Brief
Examine each line in the records below for the word "typeof". Report how many lines contain it, and nothing else.

Saved entries
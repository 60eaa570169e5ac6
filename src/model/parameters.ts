// Named numbers, and the names that may not clash with them.
import type { Spec } from '../spec/schema/spec.ts';
import { fail, type Context } from './context.ts';
import type { NamedNumber } from './model.ts';
import type { NamedExpression } from './definitions.ts';

type ParameterSpec = NonNullable<Spec['parameters']>[string];

export function namedExpressions(spec: Spec): readonly NamedExpression[] {
  return Object.entries(spec.parameters ?? {}).map(([name, parameter]) => ({
    name,
    expression: typeof parameter === 'object' ? parameter.value : parameter,
    path: typeof parameter === 'object' ? ['parameters', name, 'value'] : ['parameters', name],
  }));
}

export function resolveParameters(context: Context): readonly NamedNumber[] {
  const written = context.spec.parameters ?? {};
  return namedExpressions(context.spec).map(({ name, expression, path }) => {
    // A named number may change with the year; what is told of it is its value in the first.
    context.numbers.varies(expression, path);
    const value = context.numbers.value(expression, path, { year: context.time.firstYear });
    return { name, value, expression: String(expression), ...sourceOf(written[name]) };
  });
}

function sourceOf(parameter: ParameterSpec | undefined): Pick<NamedNumber, 'source' | 'basis'> {
  const source = typeof parameter === 'object' ? parameter.source : undefined;
  return { source: source?.text ?? null, basis: source?.basis ?? null };
}

/** A name in an expression must mean one thing. */
export function checkNames(context: Context): void {
  const attributes = new Set(context.attributes.flatMap((map) => [...map.keys()]));
  const parameters = new Set(Object.keys(context.spec.parameters ?? {}));
  for (const name of parameters) {
    if (attributes.has(name))
      tellTwoMeanings(context, ['parameters', name], 'a parameter and an attribute of the patches');
  }
  for (const name of Object.keys(context.spec.drivers?.values ?? {})) {
    const path = ['drivers', 'values', name];
    if (attributes.has(name)) tellTwoMeanings(context, path, 'a driver and an attribute of the patches');
    if (parameters.has(name)) tellTwoMeanings(context, path, 'a driver and a parameter');
  }
}

function tellTwoMeanings(context: Context, path: readonly string[], meanings: string): void {
  fail(context, 'ambiguous-name', path, {
    message: `\`${path.at(-1) ?? ''}\` is ${meanings}`,
    part: 'key',
    details: { fix: 'Rename one of them.' },
  });
}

Output below
3